Court of Appeals of Arizona, First Division
Aug 15, 2024
1 CA-CV 23-0400 (Ariz. Ct. App. Aug. 15, 2024)

Opinion

1 CA-CV 23-0400

08-15-2024

MANINDER CHATHA, et al., Plaintiffs/Appellants/Cross-Appellees, v. DARMINDER MARWAH, et al., Defendants/Appellees/Cross-Appellants.

Fennemore Craig, PC, Phoenix By Timothy J. Berg, Joseph A. Schenk, Heather A. Macre Counsel for Plaintiffs/Appellants/Cross-Appellees Holden Willits, PLC, Phoenix By Robert G. Schaffer, Nelson A. F. Mixon Counsel for Defendants/Appellees/Cross-Appellants


Not for Publication - Rule 111(c), Rules of the Arizona Supreme Court

Appeal from the Superior Court in Maricopa County No. CV2018-005519 The Honorable Daniel G. Martin, Judge The Honorable Dewain D. Fox, Judge

Fennemore Craig, PC, Phoenix By Timothy J. Berg, Joseph A. Schenk, Heather A. Macre Counsel for Plaintiffs/Appellants/Cross-Appellees

Holden Willits, PLC, Phoenix By Robert G. Schaffer, Nelson A. F. Mixon Counsel for Defendants/Appellees/Cross-Appellants

Judge Kent E. Cattani delivered the decision of the Court, in which Presiding Judge Daniel J. Kiley and Judge D. Steven Williams joined.

MEMORANDUM DECISION

CATTANI, JUDGE

¶1 Dr. Maninder Chatha, Dr. Mandeep Sahani, Arizona Renal Investments, LLC, and Desert Kidney Associates, PLC, ("DKA") (collectively, "Appellants") appeal the superior court's grant of summary judgment in favor of Dr. Dharminder Marwah, ("Marwah"), his wife, Dr. Gurjot Marwah, Hervinder Consulting, LLC, Marwah Capital Holdings, LLC, and Healing Minds, PLC (collectively, "Appellees") on their claims and Marwah's contract counterclaims. Marwah cross-appeals the court's ruling denying prejudgment interest on his contract claims. For reasons that follow, we reverse and remand the court's grant of summary judgment.

FACTS AND PROCEDURAL BACKGROUND

¶2 Doctors Marwah, Chatha, and Sahani (collectively, "DKA doctors") are licensed nephrologists. Marwah and Dr. Sean O'Regan (also a nephrologist) formed DKA in 2000. They hired Chatha in 2003 and Sahani in 2004.

I. The O'Regan Buyout.

¶3 Marwah and O'Regan had disagreements about DKA's management, and Marwah sued O'Regan to dissolve DKA in 2006. Marwah intended to open a new practice with Chatha and Sahani. Attorney John Daniels helped Marwah and O'Regan reach a settlement wherein O'Regan was bought out of DKA. As part of the settlement, Marwah and O'Regan sold their interests from a separate joint venture investment, and Marwah used some of the proceeds from the sale to pay for O'Regan's interest in DKA. Even after paying O'Regan, Marwah left the transaction with a sizeable profit.

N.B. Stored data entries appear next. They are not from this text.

"""The forward model: from parts, probe and scope to the constants that the captures would give.

A state is a vector of coordinates, one a parameter: ln of a part, the part itself where zero or a sign is possible,
1/x of a resistance that is absent at infinity; and the scope's nuisances. Many states are evaluated at once.
"""

from __future__ import annotations

import math
from collections.abc import Callable, Mapping, Sequence
from dataclasses import dataclass, field

import numpy as np
from numpy.typing import NDArray

from benchfit.circuits.model import Circuit, Part
from benchfit.circuits.solve import constants as circuit_constants
from benchfit.circuits.solve import shares
from benchfit.cycle.constants import CycleConstants

Array = NDArray[np.float64]

TIMES = ("period", "rise_time", "fall_time")
VOLTAGES = ("upper", "lower", "charge_start", "discharge_start", "charge_bow", "discharge_bow", "high", "low")
EDGES = ("rise_time", "fall_time")
DIFFERENCES = ("charge_bow", "discharge_bow", "charge_jump", "discharge_jump")
OUTPUT = ("high", "low")

# What a closed form leaves out of a real circuit, as a share of the swing, of the period, of a phase's bend. It
# bounds how hard a capture may argue, however quiet it is. Ours (judgement): a tenth of a scope's own accuracy.
FLOOR_VOLTS = 0.0015
FLOOR_PERIOD = 5e-4
FLOOR_SHARE = 4e-4
FLOOR_BEND = 0.004
FLOOR_BEND_RELATIVE = 0.004
FLOOR_EDGE = 0.05

# The corner of an a.c. coupled input lies at 2 to 10 Hz (common practice).
COUPLING_CORNER = 10.0


@dataclass(frozen=True)
class Parameter:
    """One coordinate of the state with its Gaussian prior.

    ``center`` and ``spread`` are the prior's mean and standard deviation in the coordinate, ``nominal`` and
    ``limits`` the sheet's. A part whose default follows others has the coordinate of its difference from (linear) or
    ratio to (log) that base.
    """

    name: str
    coordinate: str
    center: float
    spread: float
    nominal: float
    limits: tuple[float, float]
    part: Part | None = None
    follows: Callable[[Mapping[str, Array]], Array] | None = None


@dataclass(frozen=True)
class View:
    """The conditions under which one capture was taken.

    ``timing`` names the timing node that was probed ("" where none was), ``shape`` its kind; ``loads`` maps node →
    (conductance S, capacitance F) of the probes that load it. ``swaps`` maps a part's name to the parameter that
    takes its place in this capture; ``added_C`` and ``added_R`` name parameters.
    """

    timing: str
    shape: str
    loads: Mapping[str, tuple[Array | float, Array | float]] = field(default_factory=dict)
    swaps: Mapping[str, str] = field(default_factory=dict)
    added_C: str = ""
    added_R: str = ""
    capacitor: str = "C"

    def without_probe(self) -> View:
        """The same, with every probe lifted."""
        return View(self.timing, self.shape, {}, self.swaps, self.added_C, self.added_R, self.capacitor)


@dataclass(frozen=True)
class Observation:
    """One number that was measured: ``name`` of the cycle's vocabulary in capture ``view``, or a reading.

    ``kind``: "constant", "reading" (of the parameter ``name``) or "counter" (frequency or duty of the first capture).
    ``value`` and its place in the covariance are in the transformed scale (ln for times; bend per phase for κ).
    """

    view: int
    name: str
    kind: str
    value: float
    scale: float = 1.0


@dataclass(frozen=True, eq=False)
class Model:
    """Circuit, parameters, captures and observations: everything that inference needs.

    ``covariance`` (m, m) belongs to the observations' values.
    """

    circuit: Circuit
    parameters: tuple[Parameter, ...]
    views: tuple[View, ...]
    observations: tuple[Observation, ...]
    covariance: Array
    swing: float
    period: float

    @property
    def index(self) -> dict[str, int]:
        """Parameter name → position in the state."""
        return {p.name: i for i, p in enumerate(self.parameters)}

    @property
    def center(self) -> Array:
        """Prior means, shape (n,)."""
        return np.array([p.center for p in self.parameters])

    @property
    def spread(self) -> Array:
        """Prior standard deviations, shape (n,); 0 where exact or absent."""
        return np.array([p.spread for p in self.parameters])

    @property
    def nominal(self) -> Array:
        """The sheet's nominals as a state, shape (n,)."""
        return np.array([p.nominal for p in self.parameters])

    @property
    def observed(self) -> Array:
        """Observed values, shape (m,)."""
        return np.array([o.value for o in self.observations])

    def values(self, state: Array) -> dict[str, Array]:
        """Parts (SI) of states of shape (..., n): name → array of shape (...)."""
        found: dict[str, Array] = {}
        for last in (False, True):
            for i, p in enumerate(self.parameters):
                if (p.follows is not None) is not last:
                    continue
                x = state[..., i]
                if p.coordinate == "log":
                    x = np.exp(x)
                elif p.coordinate == "inverse":
                    with np.errstate(divide="ignore"):
                        x = 1 / x
                if p.follows is not None:
                    base = p.follows(found)
                    x = base * x if p.coordinate == "log" else base + x
                found[p.name] = x
        return found

    def parts_of(self, view: View, values: Mapping[str, Array]) -> dict[str, Array]:
        """The parts as they were while ``view`` was captured, with the probe's load."""
        parts = {name: values[replacement] for name, replacement in view.swaps.items()}
        parts = {**values, **parts}
        for node, (conductance, capacitance) in view.loads.items():
            parts[f"G_probe:{node}"] = np.asarray(conductance, float)
            parts[f"C_probe:{node}"] = np.asarray(capacitance, float)
        if view.added_C:
            parts[view.capacitor] = parts[view.capacitor] + values[view.added_C]
        if view.added_R and "R_leak" in parts:
            parts["R_leak"] = 1 / (1 / parts["R_leak"] + 1 / values[view.added_R])
        return parts

    def constants_of(self, view: View, values: Mapping[str, Array]) -> dict[str, Array]:
        """The cycle constants of ``view`` on an ideal scope, by the cycle stage's names."""
        with np.errstate(all="ignore"):
            found = circuit_constants(self.circuit.cycle(self.parts_of(view, values)), view.timing)
        for rising, word in (("charge", "upper"), ("discharge", "lower")):
            if f"{rising}_end" in found:
                found[word] = found[f"{rising}_end"]
        if "charge_start" in found and "discharge_start" in found:
            found["charge_jump"] = found["charge_start"] - found["lower"]
            found["discharge_jump"] = found["discharge_start"] - found["upper"]
        if view.shape == "holding" and "charge_start" in found:
            found["lower"] = found["charge_start"]
        return found

    def predict(self, state: Array) -> Array:
        """What would be observed: states (..., n) → (..., m); NaN where a state does not oscillate."""
        values = self.values(state)
        seen = [self.constants_of(view, values) for view in self.views]
        clock = 1 + values["timebase"]
        out = np.empty((*state.shape[:-1], len(self.observations)))
        for j, o in enumerate(self.observations):
            if o.kind == "reading":
                out[..., j] = state[..., self.index[o.name]] if o.scale == 1.0 else values[o.name]
                continue
            x = seen[o.view].get("period" if o.name == "frequency" else o.name, np.nan)
            if o.kind == "counter":
                out[..., j] = -np.log(x) if o.name == "frequency" else x
            elif o.name in EDGES:
                # An output that nothing slows has edges of its own making: they say nothing (see
                # unexplained_edges).
                out[..., j] = np.where(np.asarray(x) > 0, np.log(np.maximum(x * clock, 1e-300)), o.value)
            elif o.name in TIMES:
                out[..., j] = np.log(x * clock)
            elif o.name in VOLTAGES or o.name in DIFFERENCES:
                node = "output" if o.name in OUTPUT else "timing"
                offset = 0.0 if o.name in DIFFERENCES else values.get(f"offset:{node}", 0.0)
                out[..., j] = (1 + values.get(f"gain:{node}", 0.0)) * x + offset
            elif o.name.endswith("curvature"):
                out[..., j] = x / clock * o.scale
            else:
                out[..., j] = x
        return out

    def unexplained_edges(self, state: Array) -> Array:
        """ln of the density with which edges of no stated cause have just these durations, against FLOOR_EDGE's bell.

        A slew rate explains resolved edges; without one they may be anything over four decades. Shape (...).
        """
        seen = [o for o in self.observations if o.name in EDGES]
        if not seen or "slew" not in self.index:
            return np.zeros(state.shape[:-1])
        chance = math.log(FLOOR_EDGE * math.sqrt(2 * math.pi) / (4 * math.log(10)))
        return np.where(state[..., self.index["slew"]] > 0, 0.0, chance)

    def frequency_and_duty(self, state: Array, view: View) -> tuple[Array, Array]:
        """Frequency (Hz) and duty cycle of states (..., n) under ``view``."""
        node = view.timing or next((n.name for n in self.circuit.nodes if n.shape != "square"), "")
        with np.errstate(all="ignore"):
            found = shares(self.circuit.cycle(self.parts_of(view, self.values(state))), node)
        return 1 / found["period"], found.get("high_share", found["charge_share"])


def observe(
    constants: CycleConstants, view: int, predicted: Sequence[str]
) -> tuple[list[Observation], Array]:
    """Observations of one capture with their covariance, floors included.

    Only what both the record and the circuit speak of is taken. Times go in as logarithms, curvatures as bend over
    their phase (κ·t), so that every floor is a plain share.
    """
    names = [n for n in constants.names if n in predicted and np.isfinite(constants.value(n))]
    rows = [constants.names.index(n) for n in names]
    raw = constants.covariance[np.ix_(rows, rows)]
    period = constants.value("period")
    swing = _swing(constants)
    droop = _droop(constants)
    scales, values, floors = [], [], []
    for name in names:
        x = constants.value(name)
        scale, value = 1.0, x
        if name in TIMES:
            scale, value = 1 / x, float(np.log(x))
            floor = FLOOR_PERIOD if name == "period" else FLOOR_EDGE
        elif name in VOLTAGES:
            floor = math.hypot(
                FLOOR_VOLTS * swing, droop["output" if name in OUTPUT else "timing"] * swing / 2
            )
        elif name.endswith("curvature"):
            share = constants.value("charge_share") if "charge_share" in constants else 0.5
            scale = period * (share if name.startswith("charge") else 1 - share)
            value = x * scale
            floor = math.hypot(
                FLOOR_BEND + FLOOR_BEND_RELATIVE * abs(value), droop["timing"] * (1 + abs(value))
            )
        else:
            # Shares near 0 or 1 belong to a flyback; its own length is then known better than the floor.
            short = min(x, 1 - x)
            floor = min(FLOOR_SHARE, 0.05 * short + 1e-6)
            if short * period < 3 * constants.interval:
                floor = max(floor, 0.3 * constants.interval / period)
        scales.append(scale)
        values.append(value)
        floors.append(floor)
    s = np.array(scales)
    covariance = raw * np.outer(s, s) + np.diag(np.square(floors))
    found = [
        Observation(view, n, "constant", v, k if n.endswith("curvature") else 1.0)
        for n, v, k in zip(names, values, scales, strict=True)
    ]
    quiet = _no_jumps(constants, predicted, swing)
    if not quiet:
        return found, covariance
    found += [Observation(view, name, "constant", 0.0) for name in quiet]
    size = len(names)
    larger = np.zeros((len(found), len(found)))
    larger[:size, :size] = covariance
    larger[range(size, len(found)), range(size, len(found))] = [u * u for u in quiet.values()]
    return found, larger


def _no_jumps(constants: CycleConstants, predicted: Sequence[str], swing: float) -> dict[str, float]:
    """Corners at which no step was seen, with the u of that "none": a series resistance would have made one."""
    if "charge_jump" not in predicted or "charge_start" in constants or "discharge_start" in constants:
        return {}
    if not all(n in constants for n in ("upper", "lower", "charge_share")):
        return {}
    noise = next((x for node, x in constants.noise.items() if not _is_output(node)), 0.0)
    share = constants.value("charge_share")
    fastest = swing / (constants.value("period") * max(min(share, 1 - share), 1e-6))
    u = math.hypot(2 * FLOOR_VOLTS * swing, 2 * noise, min(fastest * constants.interval, 0.5 * swing))
    return {"charge_jump": u, "discharge_jump": u}


def _is_output(node: str) -> bool:
    return node == "output" or node.startswith("collector")


def _droop(constants: CycleConstants) -> dict[str, float]:
    """Standard uncertainty of what an a.c. coupled input does to half a cycle, as a share of the swing.

    Its high-pass takes 2π·f_c·t of a level in the time t; f_c is anything up to COUPLING_CORNER (a rectangle).
    """
    taken = min(2 * math.pi * COUPLING_CORNER * constants.value("period") / 2, 1.0) / math.sqrt(3.0)
    found = {"timing": 0.0, "output": 0.0}
    for node, coupling in constants.coupling.items():
        if coupling == "ac":
            found["output" if _is_output(node) else "timing"] = taken
    return found


def _swing(constants: CycleConstants) -> float:
    levels = [
        constants.value(n) for n in ("upper", "lower", "charge_start", "discharge_start") if n in constants
    ]
    if len(levels) < 2:
        levels = [constants.value(n) for n in ("high", "low") if n in constants]
    return float(max(levels) - min(levels)) if len(levels) > 1 else 1.0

¶4 After the settlement in 2006, Marwah became the sole owner of DKA. Chatha and Sahani were acting members of DKA but were not formally made members and managers until April 2012. As acting members, they received equal payments from the DKA business, which included medical director fees from operating dialysis centers.

¶5 After the buyout, Marwah told Chatha and Sahani they needed to reimburse him for buying out O'Regan. Marwah indicated the buyout had left his family in a "difficult financial position," claiming that he took out a mortgage on his home to fund the transaction. To compensate Marwah for his alleged financial sacrifice, Chatha and Sahani agreed to give him extra compensation from their work in dialysis centers. The record does not show how much Chatha and Sahani paid Marwah or how long this arrangement lasted.

II. The DKA, ADKHC, and Fresenius Joint Venture.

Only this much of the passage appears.